§ WHAT TO WORK ON: Print exactly those lines that run from the beginning of the data to the line bearing "the surface layer.", inclusive.

§ Collected data entries:
-- -- --

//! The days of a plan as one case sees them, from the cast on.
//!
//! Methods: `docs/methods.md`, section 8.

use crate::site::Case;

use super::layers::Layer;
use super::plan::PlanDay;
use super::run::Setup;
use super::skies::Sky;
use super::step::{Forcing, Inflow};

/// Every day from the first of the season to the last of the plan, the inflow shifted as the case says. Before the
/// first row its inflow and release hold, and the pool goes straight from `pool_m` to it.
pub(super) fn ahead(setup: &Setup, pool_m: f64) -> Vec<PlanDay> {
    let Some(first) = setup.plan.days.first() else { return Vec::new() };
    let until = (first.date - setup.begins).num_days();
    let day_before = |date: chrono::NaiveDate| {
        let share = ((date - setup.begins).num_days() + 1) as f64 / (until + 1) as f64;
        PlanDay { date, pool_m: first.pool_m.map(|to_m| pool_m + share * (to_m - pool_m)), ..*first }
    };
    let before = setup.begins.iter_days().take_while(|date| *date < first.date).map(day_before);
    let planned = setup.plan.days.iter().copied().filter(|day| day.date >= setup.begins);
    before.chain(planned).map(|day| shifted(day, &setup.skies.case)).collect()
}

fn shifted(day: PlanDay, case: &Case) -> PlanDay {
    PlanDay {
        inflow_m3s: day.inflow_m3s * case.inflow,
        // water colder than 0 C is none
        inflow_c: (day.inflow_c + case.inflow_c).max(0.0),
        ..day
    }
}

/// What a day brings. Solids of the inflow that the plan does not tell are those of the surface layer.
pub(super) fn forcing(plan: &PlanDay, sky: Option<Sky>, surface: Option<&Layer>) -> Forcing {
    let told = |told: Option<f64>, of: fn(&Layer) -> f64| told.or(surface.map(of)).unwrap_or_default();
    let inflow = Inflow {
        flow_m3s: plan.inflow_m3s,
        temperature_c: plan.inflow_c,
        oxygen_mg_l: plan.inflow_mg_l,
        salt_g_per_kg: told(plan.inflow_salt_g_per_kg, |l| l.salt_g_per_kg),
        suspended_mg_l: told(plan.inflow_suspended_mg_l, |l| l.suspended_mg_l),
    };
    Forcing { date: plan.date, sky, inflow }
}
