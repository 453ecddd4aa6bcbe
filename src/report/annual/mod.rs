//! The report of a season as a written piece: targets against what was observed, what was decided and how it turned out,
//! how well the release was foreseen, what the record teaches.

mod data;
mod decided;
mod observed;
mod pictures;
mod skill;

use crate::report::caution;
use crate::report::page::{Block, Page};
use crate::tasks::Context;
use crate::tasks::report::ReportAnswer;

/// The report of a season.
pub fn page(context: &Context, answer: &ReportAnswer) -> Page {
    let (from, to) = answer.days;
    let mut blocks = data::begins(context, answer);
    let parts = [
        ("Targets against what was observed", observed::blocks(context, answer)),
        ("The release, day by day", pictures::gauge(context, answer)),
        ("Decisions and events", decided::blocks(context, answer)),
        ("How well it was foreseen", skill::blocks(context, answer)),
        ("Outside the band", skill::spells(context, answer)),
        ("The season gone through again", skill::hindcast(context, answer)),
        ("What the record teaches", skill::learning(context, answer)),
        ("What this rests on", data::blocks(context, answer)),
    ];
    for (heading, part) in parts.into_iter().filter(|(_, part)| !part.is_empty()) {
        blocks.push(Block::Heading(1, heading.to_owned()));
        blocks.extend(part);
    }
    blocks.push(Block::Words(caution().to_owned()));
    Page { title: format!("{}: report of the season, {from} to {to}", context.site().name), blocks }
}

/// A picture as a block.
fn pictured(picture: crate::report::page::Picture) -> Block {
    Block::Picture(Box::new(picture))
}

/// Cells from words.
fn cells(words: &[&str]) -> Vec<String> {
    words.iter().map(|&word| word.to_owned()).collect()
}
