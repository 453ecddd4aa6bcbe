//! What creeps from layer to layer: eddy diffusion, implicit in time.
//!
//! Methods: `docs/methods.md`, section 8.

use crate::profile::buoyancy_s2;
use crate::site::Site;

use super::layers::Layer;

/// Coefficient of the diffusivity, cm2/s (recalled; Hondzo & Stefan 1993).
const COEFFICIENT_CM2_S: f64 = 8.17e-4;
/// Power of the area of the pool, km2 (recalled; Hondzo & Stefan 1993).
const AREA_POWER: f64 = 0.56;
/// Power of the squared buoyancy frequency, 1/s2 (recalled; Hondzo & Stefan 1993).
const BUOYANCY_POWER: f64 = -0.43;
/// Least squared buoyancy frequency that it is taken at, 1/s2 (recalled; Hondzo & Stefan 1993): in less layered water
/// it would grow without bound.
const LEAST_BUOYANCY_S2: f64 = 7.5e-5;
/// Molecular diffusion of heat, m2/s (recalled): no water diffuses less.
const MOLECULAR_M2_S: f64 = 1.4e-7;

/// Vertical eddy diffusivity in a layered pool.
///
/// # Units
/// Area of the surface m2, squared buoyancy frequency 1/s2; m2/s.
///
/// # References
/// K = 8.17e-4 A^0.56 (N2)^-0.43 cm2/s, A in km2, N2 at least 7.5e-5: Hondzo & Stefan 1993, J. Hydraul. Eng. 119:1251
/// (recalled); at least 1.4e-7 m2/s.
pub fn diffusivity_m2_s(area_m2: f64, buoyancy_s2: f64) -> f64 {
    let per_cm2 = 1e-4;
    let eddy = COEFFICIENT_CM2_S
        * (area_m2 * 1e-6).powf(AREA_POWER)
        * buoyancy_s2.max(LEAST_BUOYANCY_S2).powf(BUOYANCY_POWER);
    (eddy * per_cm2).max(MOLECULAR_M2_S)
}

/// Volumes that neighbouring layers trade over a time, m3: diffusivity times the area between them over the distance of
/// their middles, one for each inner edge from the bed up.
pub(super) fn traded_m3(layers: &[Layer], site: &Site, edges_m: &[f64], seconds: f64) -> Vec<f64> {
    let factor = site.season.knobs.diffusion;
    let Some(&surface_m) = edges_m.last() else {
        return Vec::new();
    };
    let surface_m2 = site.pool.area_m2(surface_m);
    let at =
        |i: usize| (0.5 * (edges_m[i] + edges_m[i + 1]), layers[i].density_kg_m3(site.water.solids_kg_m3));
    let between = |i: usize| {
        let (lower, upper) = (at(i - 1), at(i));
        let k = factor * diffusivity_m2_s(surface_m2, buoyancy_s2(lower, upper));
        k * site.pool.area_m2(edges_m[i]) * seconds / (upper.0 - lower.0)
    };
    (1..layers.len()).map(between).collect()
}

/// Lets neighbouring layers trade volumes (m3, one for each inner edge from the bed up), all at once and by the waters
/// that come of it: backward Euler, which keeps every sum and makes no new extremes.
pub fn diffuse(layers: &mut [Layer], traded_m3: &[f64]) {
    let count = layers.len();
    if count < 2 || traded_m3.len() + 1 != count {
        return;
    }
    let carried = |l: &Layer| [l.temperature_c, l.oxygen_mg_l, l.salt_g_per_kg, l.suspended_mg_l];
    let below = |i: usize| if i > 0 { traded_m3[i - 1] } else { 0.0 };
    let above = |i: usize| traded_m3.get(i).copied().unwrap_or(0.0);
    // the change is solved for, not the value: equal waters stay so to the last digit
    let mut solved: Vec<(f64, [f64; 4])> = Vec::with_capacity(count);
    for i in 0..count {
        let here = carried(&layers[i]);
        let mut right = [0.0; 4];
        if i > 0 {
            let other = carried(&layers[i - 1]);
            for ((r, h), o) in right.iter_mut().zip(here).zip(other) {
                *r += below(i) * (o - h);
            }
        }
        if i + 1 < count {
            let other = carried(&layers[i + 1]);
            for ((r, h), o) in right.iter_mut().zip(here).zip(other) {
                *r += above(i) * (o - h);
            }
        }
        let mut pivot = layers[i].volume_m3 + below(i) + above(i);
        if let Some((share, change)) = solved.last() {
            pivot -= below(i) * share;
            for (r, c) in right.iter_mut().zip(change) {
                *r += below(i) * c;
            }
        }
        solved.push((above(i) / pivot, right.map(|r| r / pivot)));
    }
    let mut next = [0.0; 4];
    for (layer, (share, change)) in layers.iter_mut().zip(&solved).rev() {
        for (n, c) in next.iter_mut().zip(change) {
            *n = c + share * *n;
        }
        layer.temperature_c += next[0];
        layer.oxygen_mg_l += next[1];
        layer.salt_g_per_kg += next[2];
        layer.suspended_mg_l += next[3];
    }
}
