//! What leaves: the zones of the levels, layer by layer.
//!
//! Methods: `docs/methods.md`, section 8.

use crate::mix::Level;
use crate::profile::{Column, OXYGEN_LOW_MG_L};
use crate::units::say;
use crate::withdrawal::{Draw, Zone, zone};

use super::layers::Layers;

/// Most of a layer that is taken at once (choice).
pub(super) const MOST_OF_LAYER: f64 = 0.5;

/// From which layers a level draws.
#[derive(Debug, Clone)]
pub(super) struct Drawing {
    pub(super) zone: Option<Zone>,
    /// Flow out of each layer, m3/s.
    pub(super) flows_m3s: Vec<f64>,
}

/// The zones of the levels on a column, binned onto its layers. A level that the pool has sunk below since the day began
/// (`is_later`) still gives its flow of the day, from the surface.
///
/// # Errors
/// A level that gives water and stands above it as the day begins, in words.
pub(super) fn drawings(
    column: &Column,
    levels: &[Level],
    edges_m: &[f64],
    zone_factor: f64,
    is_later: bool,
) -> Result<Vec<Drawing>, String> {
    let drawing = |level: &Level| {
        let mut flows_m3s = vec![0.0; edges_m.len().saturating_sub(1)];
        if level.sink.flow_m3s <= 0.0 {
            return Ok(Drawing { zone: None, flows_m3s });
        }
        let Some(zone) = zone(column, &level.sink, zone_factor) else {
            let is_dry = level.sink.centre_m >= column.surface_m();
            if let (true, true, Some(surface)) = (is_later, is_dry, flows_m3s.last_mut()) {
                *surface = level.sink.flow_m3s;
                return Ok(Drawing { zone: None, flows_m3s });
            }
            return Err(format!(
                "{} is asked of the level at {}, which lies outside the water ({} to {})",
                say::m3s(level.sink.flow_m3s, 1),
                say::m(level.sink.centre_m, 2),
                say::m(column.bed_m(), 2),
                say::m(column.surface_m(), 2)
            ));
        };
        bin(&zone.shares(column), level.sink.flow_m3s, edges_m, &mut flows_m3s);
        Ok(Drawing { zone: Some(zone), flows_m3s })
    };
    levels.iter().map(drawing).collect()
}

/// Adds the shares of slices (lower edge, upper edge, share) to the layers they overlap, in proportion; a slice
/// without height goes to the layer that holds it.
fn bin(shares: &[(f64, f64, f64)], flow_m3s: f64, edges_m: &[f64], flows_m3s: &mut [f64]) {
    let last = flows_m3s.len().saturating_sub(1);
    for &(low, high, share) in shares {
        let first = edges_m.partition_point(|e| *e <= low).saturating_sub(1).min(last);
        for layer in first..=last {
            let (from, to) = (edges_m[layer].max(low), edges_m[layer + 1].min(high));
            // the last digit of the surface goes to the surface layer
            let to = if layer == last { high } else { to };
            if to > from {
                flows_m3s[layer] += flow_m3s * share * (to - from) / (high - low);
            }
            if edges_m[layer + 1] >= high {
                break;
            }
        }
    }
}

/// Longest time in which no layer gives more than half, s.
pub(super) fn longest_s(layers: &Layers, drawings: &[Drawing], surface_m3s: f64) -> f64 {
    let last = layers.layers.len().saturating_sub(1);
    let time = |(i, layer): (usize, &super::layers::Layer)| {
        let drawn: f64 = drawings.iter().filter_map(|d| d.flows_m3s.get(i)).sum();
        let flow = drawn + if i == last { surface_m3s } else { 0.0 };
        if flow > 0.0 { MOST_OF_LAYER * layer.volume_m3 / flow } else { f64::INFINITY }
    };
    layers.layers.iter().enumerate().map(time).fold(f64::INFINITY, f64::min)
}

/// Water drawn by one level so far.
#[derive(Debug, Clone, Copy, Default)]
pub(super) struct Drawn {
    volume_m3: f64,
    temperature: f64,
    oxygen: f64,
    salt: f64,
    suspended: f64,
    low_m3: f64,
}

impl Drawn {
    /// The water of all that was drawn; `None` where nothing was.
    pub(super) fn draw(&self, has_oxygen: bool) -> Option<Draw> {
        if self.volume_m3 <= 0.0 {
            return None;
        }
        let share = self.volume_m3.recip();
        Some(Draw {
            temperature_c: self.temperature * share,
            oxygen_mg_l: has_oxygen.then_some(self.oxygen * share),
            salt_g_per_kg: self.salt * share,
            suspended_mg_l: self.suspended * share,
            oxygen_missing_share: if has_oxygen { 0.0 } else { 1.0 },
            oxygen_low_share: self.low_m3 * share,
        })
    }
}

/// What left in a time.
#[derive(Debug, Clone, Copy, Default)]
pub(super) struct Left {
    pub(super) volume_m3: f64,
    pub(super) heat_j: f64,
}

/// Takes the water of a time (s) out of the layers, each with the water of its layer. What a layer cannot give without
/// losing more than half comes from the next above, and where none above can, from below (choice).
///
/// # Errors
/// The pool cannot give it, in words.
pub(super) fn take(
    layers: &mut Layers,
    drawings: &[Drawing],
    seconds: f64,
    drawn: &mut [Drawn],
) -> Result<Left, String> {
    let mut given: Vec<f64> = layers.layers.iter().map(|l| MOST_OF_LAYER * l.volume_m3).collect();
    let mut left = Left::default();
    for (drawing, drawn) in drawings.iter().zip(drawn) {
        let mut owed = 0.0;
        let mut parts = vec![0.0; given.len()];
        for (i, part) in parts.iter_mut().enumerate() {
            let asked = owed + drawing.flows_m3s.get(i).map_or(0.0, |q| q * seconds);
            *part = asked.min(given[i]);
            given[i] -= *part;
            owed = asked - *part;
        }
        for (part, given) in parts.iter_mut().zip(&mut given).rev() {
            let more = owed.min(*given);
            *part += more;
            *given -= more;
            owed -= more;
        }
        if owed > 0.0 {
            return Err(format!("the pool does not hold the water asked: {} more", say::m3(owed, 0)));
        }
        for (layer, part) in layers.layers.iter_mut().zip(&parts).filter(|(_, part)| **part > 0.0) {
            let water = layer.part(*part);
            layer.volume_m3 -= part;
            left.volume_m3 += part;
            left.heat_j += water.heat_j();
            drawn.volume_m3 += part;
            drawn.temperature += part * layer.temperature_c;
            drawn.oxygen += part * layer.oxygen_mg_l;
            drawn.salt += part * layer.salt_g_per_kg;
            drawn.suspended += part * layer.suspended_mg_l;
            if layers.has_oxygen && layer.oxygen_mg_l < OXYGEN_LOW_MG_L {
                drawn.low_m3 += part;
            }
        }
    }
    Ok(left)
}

-- -- --

§ ANSWER SECTION:
//! The days of a plan as one case sees them, from the cast on.
//!
//! Methods: `docs/methods.md`, section 8.

use crate::site::Case;

use super::layers::Layer;
use super::plan::PlanDay;
use super::run::Setup;
use super::skies::Sky;
use super::step::{Forcing, Inflow};

/// Every day from the first of the season to the last of the plan, the inflow shifted as the case says. Before the
/// first row its inflow and release hold, and the pool goes straight from `pool_m` to it.
pub(super) fn ahead(setup: &Setup, pool_m: f64) -> Vec<PlanDay> {
    let Some(first) = setup.plan.days.first() else { return Vec::new() };
    let until = (first.date - setup.begins).num_days();
    let day_before = |date: chrono::NaiveDate| {
        let share = ((date - setup.begins).num_days() + 1) as f64 / (until + 1) as f64;
        PlanDay { date, pool_m: first.pool_m.map(|to_m| pool_m + share * (to_m - pool_m)), ..*first }
    };
    let before = setup.begins.iter_days().take_while(|date| *date < first.date).map(day_before);
    let planned = setup.plan.days.iter().copied().filter(|day| day.date >= setup.begins);
    before.chain(planned).map(|day| shifted(day, &setup.skies.case)).collect()
}

fn shifted(day: PlanDay, case: &Case) -> PlanDay {
    PlanDay {
        inflow_m3s: day.inflow_m3s * case.inflow,
        // water colder than 0 C is none
        inflow_c: (day.inflow_c + case.inflow_c).max(0.0),
        ..day
    }
}

/// What a day brings. Solids of the inflow that the plan does not tell are those of the surface layer.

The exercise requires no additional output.